→ **Work order**
Total the lines of the entries below that hold the string "usual", then write only that total.

Extracted records:
.....

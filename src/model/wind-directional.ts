/** The settings of the directional procedure of ASCE 7 for the main wind-force resisting system. */
import type { Diagnostic } from '../base/diagnostic.ts'
import { type Sym, sym } from '../base/formula.ts'
import { unitOfKind } from '../base/kind.ts'
import { verbatim } from '../base/language.ts'
import { type Result, together } from '../base/ledger.ts'
import { inWords, suggestion } from '../base/near.ts'
import { bad, good } from '../base/outcome.ts'
import type { Value } from '../base/value.ts'
import type { Block } from '../read/block.ts'
import { diagnose, type Text } from '../read/text.ts'
import { aboveZero, quantity } from './cell.ts'
import { settingOf, strangeLines, strangeSettings } from './columns.ts'
import type { Scope } from './scope.ts'
import type { WindAround } from './wind.ts'
import { type Edition, type FigureCase, readFigureCases } from './wind-cases.ts'

export type Exposure = 'B' | 'C' | 'D'
export type Enclosure = 'enclosed' | 'partially enclosed'
export type Roof =
  | { readonly kind: 'flat'; readonly parapet?: Value }
  | { readonly kind: 'gable'; readonly slope: Value; readonly ridge: 'x' | 'y' }

export interface DirectionalWind {
  readonly kind: 'directional'
  readonly edition: Edition
  readonly V: Value
  readonly exposure: Exposure
  readonly Kd: Value
  readonly Kzt: Value
  /** Ground elevation factor, or the elevation above sea level that it follows from. */
  readonly ground: { readonly Ke: Value } | { readonly elevation: Value }
  readonly enclosure: Enclosure
  readonly G: Value
  readonly roof: Roof
  /** Mean roof height, where it is stated. */
  readonly h?: Value
  /** The cases of the figure that are worked. */
  readonly cases: readonly FigureCase[]
  readonly span: Text['span']
}

const exposures: readonly Exposure[] = ['B', 'C', 'D']

const letters = {
  V: sym('V', 'V', 'speed'),
  K_d: sym('K_d', 'K_d', 'number'),
  K_zt: sym('K_zt', 'K_{zt}', 'number'),
  K_e: sym('K_e', 'K_e', 'number'),
  G: sym('G', 'G', 'number'),
  h: sym('h', 'h', 'length'),
  ground: sym('z_e', 'z_e', 'length'),
  slope: sym('theta', '\\theta', 'angle'),
  parapet: sym('h_p', 'h_p', 'length'),
} satisfies Record<string, Sym>

export function readDirectional(block: Block, around: WindAround, scope: Scope): Result<DirectionalWind> {
  const faults: readonly Diagnostic[] = [
    ...strangeSettings(block, [
      'standard',
      'V',
      'exposure',
      'K_d',
      'K_zt',
      'K_e',
      'ground elevation',
      'enclosure',
      'building',
      'G',
      'roof',
      'slope',
      'ridge',
      'parapet',
      'h',
      'cases',
    ]),
    ...strangeLines(block),
  ]
  const parts = together({
    edition: editionOf(block, around),
    V: needed(block, 'V', letters.V, 'Write V: 115 mph.', scope),
    exposure: choice(block, 'exposure', exposures),
    Kd: factor(
      block,
      'K_d',
      letters.K_d,
      0.85,
      'K_d is 0.85, that of a building.',
      'ASCE 7 Table 26.6-1 (unchecked)',
      scope,
    ),
    Kzt: factor(
      block,
      'K_zt',
      letters.K_zt,
      1,
      'No hill, ridge or escarpment speeds the wind up: K_zt is 1.',
      'ASCE 7 26.8 (unchecked)',
      scope,
    ),
    ground: readGround(block, scope),
    enclosure: readEnclosure(block, scope),
    G: readGust(block, scope),
    roof: readRoof(block, scope),
    h: optional(block, 'h', letters.h, scope),
    cases: readFigureCases(block, scope),
  })
  if (faults.length > 0 || !parts.ok) return bad([...faults, ...(parts.ok ? [] : parts.because)])
  const { h, ...rest } = parts.value
  return good({ kind: 'directional', ...rest, ...(h ? { h } : {}), span: block.info })
}

/** The procedure is worked for these editions, and for no other standard: said, not guessed. */
function editionOf(block: Block, { standard }: WindAround): Result<Edition> {
  const own = settingOf(block, 'standard')
  const written = own?.text ?? standard
  const found = /^ASCE(?:\/SEI)? (7-16|7-22)\b/.exec(written)?.[1]
  if (found === '7-16' || found === '7-22') return good(found)
  return bad([
    diagnose(
      'error',
      'wind-standard',
      own?.span ?? block.info,
      written === ''
        ? 'the directional procedure needs a standard, and none is stated'
        : `the directional procedure is worked by ASCE 7-16 and ASCE 7-22, not by ${written}`,
      'Write standard: ASCE 7-22 in the front matter or in this block. For any other standard work its pressures and state them: windward: 0.9 kPa, leeward: 0.5 kPa.',
    ),
  ])
}

function needed(block: Block, name: keyof typeof letters, of: Sym, help: string, scope: Scope): Result<Value> {
  const found = optional(block, name, of, scope)
  if (!found.ok) return found
  return found.value ? good(found.value) : bad([missing(block, name, help)])
}

const missing = (block: Block, name: string, help: string): Diagnostic =>
  diagnose('error', 'setting-missing', block.info, `wind has no ${name}`, help)

function optional(block: Block, name: string, of: Sym, scope: Scope, id = name): Result<Value | undefined> {
  const cell = settingOf(block, name)
  if (!cell) return good(undefined)
  const value = quantity(cell, { id: `wind.${id}`, what: name, sym: of }, scope)
  return aboveZero(value, cell.span, name)
}

/** A pure factor, stated or taken. */
function factor(
  block: Block,
  name: string,
  of: Sym,
  usual: number,
  text: string,
  because: string,
  scope: Scope,
): Result<Value> {
  const stated = optional(block, name, of, scope)
  if (!stated.ok) return stated
  return good(stated.value ?? taken(name, of, usual, text, because, scope))
}

function taken(name: string, of: Sym, si: number, text: string, because: string, scope: Scope): Value {
  scope.assume({ text, because: `${name} is not stated; ${because}` })
  return {
    id: `wind.${name}`,
    tex: of.tex,
    si,
    unit: unitOfKind(of.kind, scope.display),
    rounding: 0,
    origin: { kind: 'default', assumption: text },
  }
}

function choice<T extends string>(block: Block, name: string, words: readonly T[]): Result<T> {
  const cell = settingOf(block, name)
  if (!cell) return bad([missing(block, name, `Write ${name}: ${inWords(words, 'or')}.`)])
  const found = words.find(word => word === cell.text)
  return found !== undefined ? good(found) : bad([unknown(name, cell, words)])
}

const unknown = (name: string, { text, span }: Text, words: readonly string[]): Diagnostic =>
  diagnose('error', 'wind-choice', span, `${name} cannot be ${text}`, suggestion(text, words, name))

/** K_e may always be 1, which is on the safe side above sea level. */
function readGround(block: Block, scope: Scope): Result<DirectionalWind['ground']> {
  const [stated, ground] = [settingOf(block, 'K_e'), settingOf(block, 'ground elevation')]
  if (stated && ground)
    return bad([
      diagnose(
        'error',
        'wind-ground-twice',
        ground.span,
        'K_e is stated, and the ground elevation too',
        'Keep one of them: K_e follows from the elevation.',
        {
          also: [{ span: stated.span, text: 'stated here' }],
        },
      ),
    ])
  if (ground) {
    const elevation = quantity(ground, { id: 'wind.ground', what: 'ground elevation', sym: letters.ground }, scope)
    return elevation.ok ? good({ elevation: elevation.value }) : elevation
  }
  const Ke = factor(
    block,
    'K_e',
    letters.K_e,
    1,
    'K_e is 1, as at sea level.',
    'ASCE 7 26.9 permits it at every elevation (unchecked)',
    scope,
  )
  return Ke.ok ? good({ Ke: Ke.value }) : Ke
}

function readEnclosure(block: Block, scope: Scope): Result<Enclosure> {
  const cell = settingOf(block, 'enclosure')
  if (!cell) {
    scope.assume({
      text: 'The building is enclosed. Internal pressure does not change the forces on its storeys.',
      because: 'enclosure is not stated',
    })
    return good('enclosed')
  }
  if (cell.text === 'enclosed') return good('enclosed')
  if (cell.text === 'partially enclosed' || cell.text === 'partly enclosed') return good('partially enclosed')
  const open = cell.text === 'open' || cell.text === 'partially open'
  return bad([
    open
      ? diagnose(
          'error',
          'wind-not-covered',
          cell.span,
          `a building that is ${cell.text} is not covered`,
          'Work its pressures by the chapter that covers it, and state them: windward and leeward.',
        )
      : unknown('enclosure', cell, ['enclosed', 'partially enclosed']),
  ])
}

function readGust(block: Block, scope: Scope): Result<Value> {
  const building = settingOf(block, 'building')
  if (building && building.text !== 'rigid') {
    return bad([
      building.text === 'flexible'
        ? diagnose(
            'error',
            'wind-not-covered',
            building.span,
            'a building that is flexible under wind is not covered',
            'Its gust-effect factor and eccentricity follow from its dynamics (ASCE 7 26.11.5). Work its pressures and state them: windward and leeward.',
          )
        : unknown('building', building, ['rigid']),
    ])
  }
  const rigid = building
    ? { text: 'The gust-effect factor G is 0.85, that of a rigid building.', because: 'ASCE 7 26.11.4 (unchecked)' }
    : {
        text: 'The building is rigid under wind, with a natural frequency of 1 Hz or more, and its gust-effect factor G is 0.85.',
        because: 'ASCE 7 26.11.4 (unchecked)',
      }
  return factor(block, 'G', letters.G, 0.85, rigid.text, rigid.because, scope)
}

/** The steepest roof for which the figure lists coefficients one by one. */
const STEEPEST = Math.PI / 3

function readRoof(block: Block, scope: Scope): Result<Roof> {
  const cell = settingOf(block, 'roof')
  if (!cell) return bad([missing(block, 'roof', 'Write roof: flat, or roof: gable with slope: and ridge:.')])
  const shapes = ['flat', 'gable']
  if (cell.text === 'hip' || cell.text === 'monoslope' || cell.text === 'mansard')
    return bad([
      diagnose(
        'error',
        'wind-not-covered',
        cell.span,
        `a roof that is ${cell.text} is not covered`,
        'Flat and gable roofs are. Work the pressures of another roof and state them, or add its part to stated forces.',
      ),
    ])
  if (!shapes.includes(cell.text)) return bad([unknown('roof', cell, shapes)])
  const parapet = optional(block, 'parapet', letters.parapet, scope)
  if (cell.text === 'flat') {
    const odd = ['slope', 'ridge'].flatMap(name => block.settings.filter(setting => setting.name.text === name))
    const [first] = odd
    if (first)
      return bad([
        diagnose(
          'error',
          'wind-roof-settings',
          first.name.span,
          `a flat roof has no ${first.name.text}`,
          'Write roof: gable, or leave it out.',
        ),
      ])
    if (!parapet.ok) return parapet
    return good({ kind: 'flat', ...(parapet.value ? { parapet: parapet.value } : {}) })
  }
  const stated = settingOf(block, 'parapet')
  if (stated)
    return bad([
      diagnose(
        'error',
        'wind-roof-settings',
        stated.span,
        'a parapet is worked with a flat roof only',
        'Leave it out here, and add its force to stated ones.',
      ),
    ])
  const parts = together({ slope: readSlope(block, scope), ridge: readRidge(block) })
  return parts.ok ? good({ kind: 'gable', ...parts.value }) : parts
}

function readRidge(block: Block): Result<'x' | 'y'> {
  const cell = settingOf(block, 'ridge')
  if (!cell)
    return bad([missing(block, 'ridge', 'A gable roof needs its direction: ridge: along x or ridge: along y.')])
  const found = /^(?:along )?([xy])$/.exec(cell.text)?.[1]
  if (found === 'x' || found === 'y') return good(found)
  return bad([unknown('ridge', cell, ['along x', 'along y'])])
}

function readSlope(block: Block, scope: Scope): Result<Value> {
  const cell = settingOf(block, 'slope')
  if (!cell) return bad([missing(block, 'slope', 'A gable roof needs its angle: slope: 18.4 deg.')])
  const value = quantity(cell, { id: 'wind.slope', what: 'slope', sym: letters.slope }, scope)
  if (!value.ok) return value
  // A bare number might be an angle in any unit, or a rise over a run.
  if (!/deg|°|rad/.test(cell.text) && value.value.origin.kind === 'given')
    return bad([
      diagnose(
        'error',
        'unit-missing',
        cell.span,
        'slope has no unit; it must be an angle',
        `Write an angle such as 18.4 deg. A rise of 4 in a run of 12 is atan(4/12) * (1 rad).`,
      ),
    ])
  const { si } = value.value
  if (si > 0 && si <= STEEPEST + 1e-9) return value
  return bad([
    diagnose(
      'error',
      'wind-slope-out-of-range',
      cell.span,
      `slope is ${verbatim(cell.text)}; a gable is worked from above 0 to 60 deg`,
      'Write roof: flat where there is none.',
    ),
  ])
}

.....

→ **Output for this task**
2